Are these additional services translated into differences in rents?

In Adgar Plaza we offer a market price, but with better package. In Adgar West Park we are able to provide something even  more interesting for tenants, because we purchased the building at a very convenient price, and even with all the investments we plan, we still can offer 12,5 euro per square meter. If you check our other office buildings nearby, the price is approximately 15 euro per sqm. So we can provide a cheaper offer with a better package.

So has this paid off for Adgar?


We are a public company. Just check our books and you will see that we are profitable, mainly due to long term leases. I will give you a one example. If I have to replace the tenants every 5 years, because I was not been able to keep them satisfied, I would be forced to spend a lot of money on finding  new ones. It costs more than 300 euros per square meter, plus the cost of the vacancy plus the marketing. So at the end of the day, it is not important whether we make  1 euro more or less from the rent, but to have a great tenant and a good tenant mix. We also offer conference space, data centers and cleaning services, and this gives us extra income.

Long-term and loyal tenants are the dream of an investment funds. Do you have a lot of offers from them and plan to sell some of yours assets?

First of all, we are not that in love with our buildings. So, if we get an offer to which it is not possible to say no, sure we would sell. But we have a different vision of price than the funds. Most of the time, the price the funds see is not the price that we expect. But we do sometimes sell buildings. For example, we sold our portfolio in England to go to other markets like Canada. Still, we purchase more than we sell.

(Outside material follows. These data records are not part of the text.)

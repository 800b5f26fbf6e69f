//! `hubwatch synth`: write an invented outbreak export.

use std::path::Path;

use crate::cli::{emit, parse_day, today};
use crate::error::Result;
use crate::synth;

/// Write the export and say what was planted.
pub fn run(people: usize, seed: u64, out: &Path, end: Option<&str>) -> Result<()> {
    let end = match end {
        Some(v) => parse_day("--end", v)?,
        None => today(),
    };
    let m = synth::generate(out, &synth::SynthOptions::new(people, seed, end))?;
    emit(&format!(
        "wrote {} people rows and {} exposure rows ({} distinct pairs, {} cases) to {}\n\
         planted: {} self-exposures, {} blank targets, {} bad dates, {} bad durations, {} implied people, {} repeated people, {} blank person IDs\n",
        m.people_rows,
        m.exposure_rows,
        m.pairs,
        m.cases,
        out.display(),
        m.self_exposures,
        m.blank_targets,
        m.bad_dates,
        m.bad_durations,
        m.implied_people,
        m.repeated_people,
        m.blank_people
    ))
}
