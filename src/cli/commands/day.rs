//! `hubwatch changes` and `hubwatch today`: the load recorded in the workspace, compared with
//! an earlier one, and the day's work counted; text or JSON, and the list through the writer.

use crate::analysis::daywork::{day_work, DayRequest, DayWork, Since};
use crate::cli::args::{ChangesArgs, DayArgs};
use crate::cli::commands::priority::ranking_parts;
use crate::cli::{emit, parse_day, to_json, LoadArgs, PriorityArgs};
use crate::error::Result;
use crate::export::{Cell, ExportTable, Kind};
use crate::report::{daywork as rep, meta, tables, Report};
use std::path::Path;

/// Load, rank everyone, record the snapshot, compare, count the day's work.
pub fn run_day(
    d: crate::dataset::Dataset,
    (load, rank, workspace): (&LoadArgs, &PriorityArgs, Option<&Path>),
    record: bool,
    since: Since,
    top: Option<usize>,
) -> Result<(Report, DayWork)> {
    let config = load.config()?;
    let t0 = std::time::Instant::now();
    let lap = |what: &str| crate::report::stage_lap("day", what, t0);
    let mut parts = ranking_parts(load, rank, workspace)?;
    if let Some(req) = parts.rank.as_mut() {
        req.filters = Default::default();
        req.cluster_of = None;
    }
    let r = Report::build(d, parts)?;
    lap("statistics and list");
    let paths = meta::input_paths(&r.d);
    let inputs = match paths.is_empty() {
        true => "built-in sample".to_string(),
        false => meta::input_hashes(&paths)?
            .into_iter()
            .map(|h| h.unwrap_or_default())
            .collect::<Vec<_>>()
            .join(","),
    };
    lap("inputs hashed");
    let req = DayRequest {
        workspace: &load.workspace(workspace),
        inputs,
        since,
        top: top.unwrap_or(config.workspace.changes_top),
        keep: config.workspace.keep_snapshots,
        record,
    };
    let list = r.list.as_ref().expect("ranking asked for");
    let w = day_work(&r.d, &r.stats, &list.ranked, &req)?;
    Ok((r, w))
}

/// Write `table` to --out when given.
fn write_out(a: &DayArgs, r: &Report, table: ExportTable, list: &str) -> Result<()> {
    if a.output.out.is_none() {
        return Ok(());
    }
    let mut m = meta::Meta::new(&r.d, list);
    if let Some(l) = &r.list {
        m = m.ranking(l);
    }
    a.output.write(&table, &m.inputs(&r.d)?.finish())
}

/// `hubwatch changes`.
pub fn changes(a: &ChangesArgs) -> Result<()> {
    let since = match (&a.since, a.since_load) {
        (Some(day), _) => Since::Day(parse_day("--since", day)?),
        (None, n) => Since::Loads(n.unwrap_or(1)),
    };
    let d = &a.day;
    let (r, w) = run_day(
        d.load.load()?,
        (&d.load, &d.rank, d.workspace.as_deref()),
        !d.no_record,
        since,
        a.top,
    )?;
    write_out(&a.day, &r, rep::changes_table(&w), "changes")?;
    emit(&match a.day.output.json {
        true => to_json(&rep::changes_json(&w))?,
        false => rep::changes_text(&w),
    })
}

/// `hubwatch today`.
pub fn today(a: &DayArgs) -> Result<()> {
    let (r, w) = run_day(
        a.load.load()?,
        (&a.load, &a.rank, a.workspace.as_deref()),
        !a.no_record,
        Since::Loads(1),
        None,
    )?;
    if a.output.out.is_some() {
        write_out(a, &r, today_table(&r, &w, None), "today")?;
    }
    emit(&match a.output.json {
        true => to_json(&rep::today_json(&r.d, &w.today))?,
        false => rep::today_text(&r.d, &w.today),
    })
}

/// Today's list as the priority list's columns plus `today` (why), pseudonymised with `key`.
pub fn today_table(r: &Report, w: &DayWork, key: Option<&[u8]>) -> ExportTable {
    let list = r.list.as_ref().expect("ranking asked for");
    let (ranked, why) = rep::today_rows(&w.today, &list.ranked);
    let ids = tables::Ids {
        d: &r.d,
        key,
        direct_identifiers: &list.config.export.direct_identifiers,
    };
    let mut t = tables::priority_table(&ids, &ranked, &list.preset.1, &r.states, 0, false);
    t.columns.insert(1, "today".into());
    if !t.kinds.is_empty() {
        t.kinds.insert(1, Kind::Text);
    }
    for (row, why) in t.rows.iter_mut().zip(why) {
        row.insert(1, Cell::Text(why));
    }
    t
}
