//! `hubwatch summary` (and the default action without a terminal): headline figures and every
//! statistic, as text or as the JSON contract.

use crate::cli::{emit, leave, to_json, LoadArgs, StatsArgs};
use crate::error::{Error, Result};
use crate::report::{json, summary, Parts, Report};

/// Print the summary of the export.
pub fn run(load: &LoadArgs, stats: &StatsArgs, as_json: bool) -> Result<()> {
    let parts = Parts {
        metrics: stats.options(),
        ..Parts::default()
    };
    let (t, cpu) = (std::time::Instant::now(), crate::ingest::cpu_secs());
    let d = match &load.aggregates {
        Some(dir) => {
            let opts = load.options(false)?;
            crate::dataset::aggregates_take_no_view(&opts.view)?;
            let tables = crate::ingest::aggregates::read(dir)?;
            if tables.pairs.is_none() {
                return degree_tables_only(&tables, as_json);
            }
            crate::dataset::from_aggregates(tables, opts.as_of)?
        }
        None => load.load()?,
    };
    let (loaded, load_cpu) = (t.elapsed().as_secs_f64(), crate::ingest::cpu_secs() - cpu);
    let r = Report::build(d, parts)?;
    let statistics = t.elapsed().as_secs_f64() - loaded;
    crate::cli::stages(&r.d.timings, (loaded, load_cpu), statistics);
    if !as_json {
        emit(&summary::summary_text(&r.summary, &r.stats, &r.d))?;
        leave(r);
        return Ok(());
    }
    let mut v = serde_json::to_value(&r.summary)
        .map_err(|e| Error::Usage(format!("JSON output failed: {e}")))?;
    if let serde_json::Value::Object(o) = &mut v {
        let mut extra = json::stats_members(&r.stats, &r.d);
        // Component sizes sit under the summary's own `components` object.
        if let (Some(sizes), Some(serde_json::Value::Object(c))) =
            (extra.remove("components_sizes"), o.get_mut("components"))
        {
            c.insert("sizes".into(), sizes);
        }
        o.extend(extra);
    }
    emit(&to_json(&v)?)?;
    leave(r);
    Ok(())
}

/// The summary from the degree tables alone (the folder has no pair table).
fn degree_tables_only(t: &crate::ingest::aggregates::AggregateTables, as_json: bool) -> Result<()> {
    use crate::report::degree_tables;
    let st = crate::analysis::degree_tables::compute(t)?;
    match as_json {
        true => emit(&to_json(&degree_tables::to_json(t, &st))?),
        false => emit(&degree_tables::to_text(t, &st)),
    }
}
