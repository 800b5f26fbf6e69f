//! `hubwatch brief`: the one-page HTML brief, written privately and atomically by the one
//! writer.

use crate::analysis::planning::{PlanOptions, Strategy};
use crate::cli::args::BriefArgs;
use crate::cli::commands::priority::ranking_parts;
use crate::cli::emit;
use crate::error::{Error, Result};
use crate::report::brief::{html, Names};
use crate::report::{figures, Report};

/// Compute the report, draw its figures and write the page.
pub fn run(b: &BriefArgs) -> Result<()> {
    if b.out.exists() && !b.force {
        return Err(Error::Usage(format!(
            "{} exists; add --force to replace it",
            b.out.display()
        )));
    }
    crate::plot::use_font(crate::plot::find_font(b.font.as_deref())?)?;
    // The user's key when there is one (stable pseudonyms); else a one-off key of this run.
    let own = match (&b.key_file, std::env::var_os("HUBWATCH_PSEUDONYM_KEY")) {
        (None, None) => None,
        _ => Some(crate::export::pseudonym_key(b.key_file.as_deref())?),
    };
    let one_off: Vec<u8> = {
        use rand::RngCore;
        let mut k = vec![0u8; 32];
        rand::rng().fill_bytes(&mut k);
        k
    };
    let names = match (b.raw_ids, &own) {
        (true, _) => Names::Raw,
        (false, Some(k)) => Names::Pseudonyms {
            key: k,
            stable: true,
        },
        (false, None) => Names::Pseudonyms {
            key: &one_off,
            stable: false,
        },
    };
    let d = b.load.load()?;
    let mut parts = ranking_parts(&b.load, &b.rank, b.workspace.as_deref())?;
    parts.plan = Some(PlanOptions {
        transmissibility: b.transmissibility,
        strategies: Strategy::ALL.to_vec(),
        ..Default::default()
    });
    // The inputs' checksums for the captions are read beside the statistics.
    let paths = figures::input_paths(&d);
    let (r, hashes) = std::thread::scope(|sc| {
        let hashing = sc.spawn(|| figures::input_hashes(&paths));
        let r = Report::build(d, parts);
        let hashes = hashing
            .join()
            .unwrap_or_else(|p| std::panic::resume_unwind(p));
        (r, hashes)
    });
    let (r, hashes) = (r?, hashes?);
    let window = r
        .list
        .as_ref()
        .map(|l| (l.window.days, l.window.pathogen.as_str()));
    let caption = figures::caption(&r.d, window, &hashes);
    let windows = r.list.as_ref().map(|l| {
        (
            l.ranked.iter().filter_map(|x| x.window_end).collect(),
            l.window.days,
        )
    });
    let mut svgs = Vec::new();
    for fig in figures::all(&r.d, &r.stats, r.plan.as_ref(), windows, &caption) {
        svgs.push((fig.title.clone(), crate::plot::svg(&fig)?));
    }
    let page = html(&r, &svgs, &names, b.top);
    crate::export::write_private(&b.out, page.as_bytes())?;
    emit(&format!(
        "wrote the brief ({} figures, {} people listed{}) to {}\n",
        svgs.len(),
        b.top.min(r.list.as_ref().map_or(0, |l| l.ranked.len())),
        if b.raw_ids {
            ", raw IDs"
        } else {
            ", pseudonymised"
        },
        b.out.display()
    ))
}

Adgar originates from Israel. Do you see cultural differences between our countries in terms of doing business?

Of course,  although many people in Israel are Polish, like me. So I can see some similarities. I cannot say  that it is easier to do business in either of these countries. Money is not to be found lying on the pavement anywhere. In Poland there is still a little bit more bureaucracy, although in Israel this is also a problem. From that point of view,  it is easier in Canada. But I think that Poland has made a big step forward during the last 10 years. It is much easier to do business now, and there are more foreign companies: tenants, contractors, developers.

So is there anything you expect the government to change?

If you check the index of ease of doing business, Poland is climbing the ranking year upon year. Poland is slowly, but truly developing. I only expect that the government  keeps going in this direction, not too fast, but not too slow.

So no complaints?

In Poland, it is hard to say no complaints (laughs). But no, no complaints.